On January 8, 2013, after being asked to pre-record the show rather than present it live, Santarrosa abruptly left WAPA-TV approximately an hour before the show was slated to air; the episode that aired that day was a re-run of the previous day. The next day, January 9, 2013, Santarrosa presented his resignation in person at WAPA-TV, and the regularly scheduled program was substituted by a movie; later that night, the TV station confirmed Santarrosa's resignation.

===Aftermath===
====Timeslot replacement====
In February 2013, Santarrosa's timeslot in WAPA-TV was replaced by a new live gossip show titled Lo Sé Todo (I Know It All) starring Frankie Jay, Roque Gallart, Sylvia Hernández, Jessica Serrano, and radio producer, Carlos "Topy" Mamery. Jay, Serrano and Hernández, who previously worked as field reporters for Santarrosa in the final years of SuperXclusivos run, continued their work as field reporters on Lo Sé Todo until Gallart, Serrano and Hernández eventually left the program, the latter two for Dando Candela, the show's main competitor; Mamery died in December 2014. Gossip journalist Pedro Juan Figueroa joined the show in March, after leaving Dando Candela, which led to improved ratings. He left the program, months after a hiatus during the aftermath of Hurricane Maria's impact in Puerto Rico and returned months later.

====Travieso's transition to Dando Candela====
Over a year after the cancellation of SuperXclusivo, Héctor Travieso accepted a contract to join Dando Candela on Telemundo. Travieso reportedly called Santarrosa before accepting, and Santarrosa encouraged him to take it. Travieso joined Dando Candela in January 2014; however, he quit in May, after less than four months at the show. Rumors stated that Travieso's resignation was related to management concerns about a possible return to TV with Santarrosa.

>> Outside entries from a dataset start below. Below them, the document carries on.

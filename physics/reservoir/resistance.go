package reservoir

import (
	"math"
	"sort"

	"brinefront/physics/displace"
	"brinefront/physics/fracflow"
	"brinefront/physics/numeric"
)

// How the changing resistance is integrated.
//
// With J(xi) = int_0^xi dxi/lt(S(xi)), the resistance after Q pore volumes is
// R(Q) = Q J(1/Q), and by parts
//
//	T(Q) = int_0^Q R dQ = Q^2 J(1/Q)/2 + K(Q)/2,   K(Q) = int_0^Q dQ/lt(S_out(Q)),
//
// because d(Q^2 J/2)/dQ = R - 1/(2 lt(S_out)). Where the state is constant both J and K
// are straight lines. In a fan xi = f'(S) and Q = 1/f'(S), and by parts again
//
//	int dxi/lt = [xi/lt] + int f' lt'/lt^2 dS,   int dQ/lt = [Q/lt] + int (1/f') lt'/lt^2 dS,
//
// so that no second derivative of f is ever needed. The panels are the cells of the
// displacement's path, graded to the ends of each fan, each with one Gauss-Legendre
// rule; J is summed from the inlet outwards and K from the outlet inwards, once. A
// query looks up its cell and adds one short panel.
//
// Nothing is lost at the inlet, where Q is infinite: the cell there is only ever
// entered from its outer side.

// resistance holds J, K and T at the nodes of the path.
type resistance struct {
	flow    fracflow.Flow
	d       *displace.Displacement
	nodes   []displace.Node
	j, k, t []float64
	ahead   float64 // 1/lt of the initial state
	face    float64 // 1/lt of the inlet face: R at Q = infinity
	least   float64 // a lower bound of R
}

func newResistance(flow fracflow.Flow, d *displace.Displacement) resistance {
	nodes := d.Path()
	n := len(nodes)
	r := resistance{flow: flow, d: d, nodes: nodes, j: make([]float64, n), k: make([]float64, n), t: make([]float64, n)}
	s, _ := d.InletFace()
	r.ahead, r.face = r.drag(d.Initial()), r.drag(s)
	r.least = math.Min(r.ahead, r.face)
	volumes := make([]float64, n) // int dQ/lt over the cell that ends at the node
	for i, b := range nodes {
		r.least = math.Min(r.least, r.drag(b.S))
		if i == 0 {
			r.j[0] = b.Xi * r.face
			continue
		}
		a := nodes[i-1]
		place, volume := r.panel(a, b)
		r.j[i], volumes[i] = r.j[i-1]+place, volume
	}
	r.least /= 2 // between nodes lt may be a little larger than at them
	for i := n - 1; i >= 0; i-- {
		q := 1 / nodes[i].Xi
		if i == n-1 {
			r.k[i] = q * r.ahead
		} else {
			r.k[i] = r.k[i+1] + volumes[i+1]
		}
		r.t[i] = math.Inf(1)
		if !math.IsInf(q, 1) {
			r.t[i] = (q*q*r.j[i] + r.k[i]) / 2
		}
	}
	return r
}

// drag is 1/lt.
func (r *resistance) drag(s float64) float64 {
	lt, _ := r.flow.Mobility(s)
	return 1 / lt
}

// panel is int dxi/lt from node a outwards to b, and int dQ/lt from b inwards to a,
// which is infinite when Q is at a.
func (r *resistance) panel(a, b displace.Node) (place, volume float64) {
	da, db := r.drag(a.S), r.drag(b.S)
	switch {
	case a.Xi == b.Xi:
		return 0, 0
	case a.S == b.S:
		return (b.Xi - a.Xi) * da, (1/a.Xi - 1/b.Xi) * da
	}
	place, volume = r.gauss(a.S, b.S)
	place += b.Xi*db - a.Xi*da
	if a.Xi == 0 {
		return place, math.Inf(1)
	}
	return place, da/a.Xi - db/b.Xi - volume
}

// outer is int dQ/lt from node b inwards to a state within its cell. Towards an inlet
// face of speed 0, where saturation is end, the integrand grows like a power of the
// distance from it, so the panel is cut where that distance halves.
func (r *resistance) outer(b, state displace.Node, end float64) float64 {
	sum := 0.0
	for math.Abs(b.S-end) > 2*math.Abs(state.S-end) {
		half := displace.Node{S: end + (b.S-end)/2}
		if half.S == end || half.S == b.S {
			// Saturation is too coarse to tell the states that are left apart.
			return sum + (1/state.Xi-1/b.Xi)*r.drag(end)
		}
		_, half.Xi = r.flow.At(half.S)
		_, volume := r.panel(half, b)
		sum += volume
		b = half
	}
	_, volume := r.panel(state, b)
	return sum + volume
}

// gauss is int v lt'/lt^2 dS and int (1/v) lt'/lt^2 dS with v = f', by the eight-point
// Gauss-Legendre rule.
func (r *resistance) gauss(a, b float64) (speed, slowness float64) {
	half, mid := (b-a)/2, (a+b)/2
	for i, x := range gaussX {
		for _, s := range [2]float64{mid - half*x, mid + half*x} {
			_, v, lt, slope := r.flow.Full(s)
			part := gaussW[i] * half * slope / (lt * lt)
			speed += v * part
			if v > 0 { // not where rounding puts the abscissa on an inlet face of speed 0
				slowness += part / v
			}
		}
	}
	return speed, slowness
}

// Abscissae and weights of the eight-point Gauss-Legendre rule: Abramowitz & Stegun
// (1964), table 25.4.
var (
	gaussX = [4]float64{0.183434642495649805, 0.525532409916328986, 0.796666477413626740, 0.960289856497536232}
	gaussW = [4]float64{0.362683783378361983, 0.313706645877887287, 0.222381034453374471, 0.101228536290376259}
)

// cell returns the index of the first node at xi or beyond.
func (r *resistance) cell(xi float64) int {
	return sort.Search(len(r.nodes), func(i int) bool { return r.nodes[i].Xi >= xi })
}

// at returns R and T after q pore volumes.
func (r *resistance) at(q float64) (now, spent float64) {
	if q <= 0 {
		return r.ahead, 0
	}
	if math.IsInf(q, 1) {
		return r.face, q
	}
	xi := 1 / q
	i := r.cell(xi)
	if i < len(r.nodes) && r.nodes[i].Xi == xi {
		return q * r.j[i], r.t[i]
	}
	if line, ok := r.line(i); ok {
		return line.bend*q + line.slope, (line.bend*q/2+line.slope)*q + line.offset
	}
	a, b := r.nodes[i-1], r.nodes[i]
	here := displace.Node{S: r.d.Saturation(xi), Xi: xi}
	place, _ := r.panel(a, here)
	j := r.j[i-1] + place
	k := r.k[i] + r.outer(b, here, a.S)
	return q * j, (q*q*j + k) / 2
}

// line is T(Q) = bend Q^2/2 + slope Q + offset, where a constant state is at the outlet.
type line struct{ bend, slope, offset float64 }

// line describes T while the cell that ends at node i is at the outlet; ok is false in a fan.
func (r *resistance) line(i int) (line, bool) {
	n := len(r.nodes)
	switch {
	case n == 0:
		return line{0, r.ahead, 0}, true
	case i == n:
		last := r.nodes[n-1]
		return line{r.j[n-1] - last.Xi*r.ahead, r.ahead, 0}, true
	case i == 0:
		first := r.nodes[0]
		return line{0, r.face, (r.k[0] - r.face/first.Xi) / 2}, true
	case r.nodes[i-1].S != r.nodes[i].S:
		return line{}, false
	}
	a, b := r.nodes[i-1], r.nodes[i]
	drag := r.drag(a.S)
	return line{r.j[i-1] - a.Xi*drag, drag, (r.k[i] - drag/b.Xi) / 2}, true
}

// pvi is the inverse of T.
func (r *resistance) pvi(spent float64) float64 {
	// T falls along the nodes; i is the first whose T is below, or equal.
	i := sort.Search(len(r.nodes), func(i int) bool { return r.t[i] <= spent })
	if i < len(r.nodes) && r.t[i] == spent {
		return 1 / r.nodes[i].Xi
	}
	if line, ok := r.line(i); ok {
		// The root of bend Q^2/2 + slope Q = T that has no cancellation for bend of either sign.
		left := spent - line.offset
		return 2 * left / (line.slope + math.Sqrt(math.Max(0, line.slope*line.slope+2*line.bend*left)))
	}
	low := 1 / r.nodes[i].Xi
	high := 1 / r.nodes[i-1].Xi
	if math.IsInf(high, 1) {
		high = low + (spent-r.t[i])/r.least
	}
	excess := func(q float64) float64 {
		_, t := r.at(q)
		return t - spent
	}
	return numeric.Zero(excess, low, high, excess(low), excess(high))
}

====La Comay: Aparente y Alegadamente (Movie)====
In September 2014, Manolo Travieso-Hurst, son of Héctor Travieso, announced the release of a documentary he was co-producing based on La Comay. The documentary, La Comay: Aparente y Alegadamente, had a theatrical release in November 2014 and was told via interviews conducted by former Univision reporter Liza Lugo, a constant target of La Comay. Among those interviewed, included public figures who were either involved or affected by La Comay, such as journalist Carmen Jovet, analyst Rubén Sánchez, former mayor of San Juan Jorge Santini, radio host Jorge Seijo, LGBT activist Pedro Julio Serrano, and others. Kobbo Santarosa himself was also interviewed in his home in Orlando.

==Return and retirement==
On December 19, 2018, it was confirmed that La Comay would be returning to television to Mega TV after years of speculation. The new show, titled after the puppet gossiper, premiered on January 28, 2019 and ended on December 18, 2020, after Santarrosa decided not to renew the show's contract with the network. This resulted the show to move to TeleOnce on March 1, 2021, with comedian Yan Ruiz as the new co-host, eventually replaced once again by Roque Gallart. On January 8, 2025 the show aired a tribute to Hector Traviaso after his death. La Comay aired its final episode on January 31, 2025, with Santarrosa announcing he would be retiring from media business.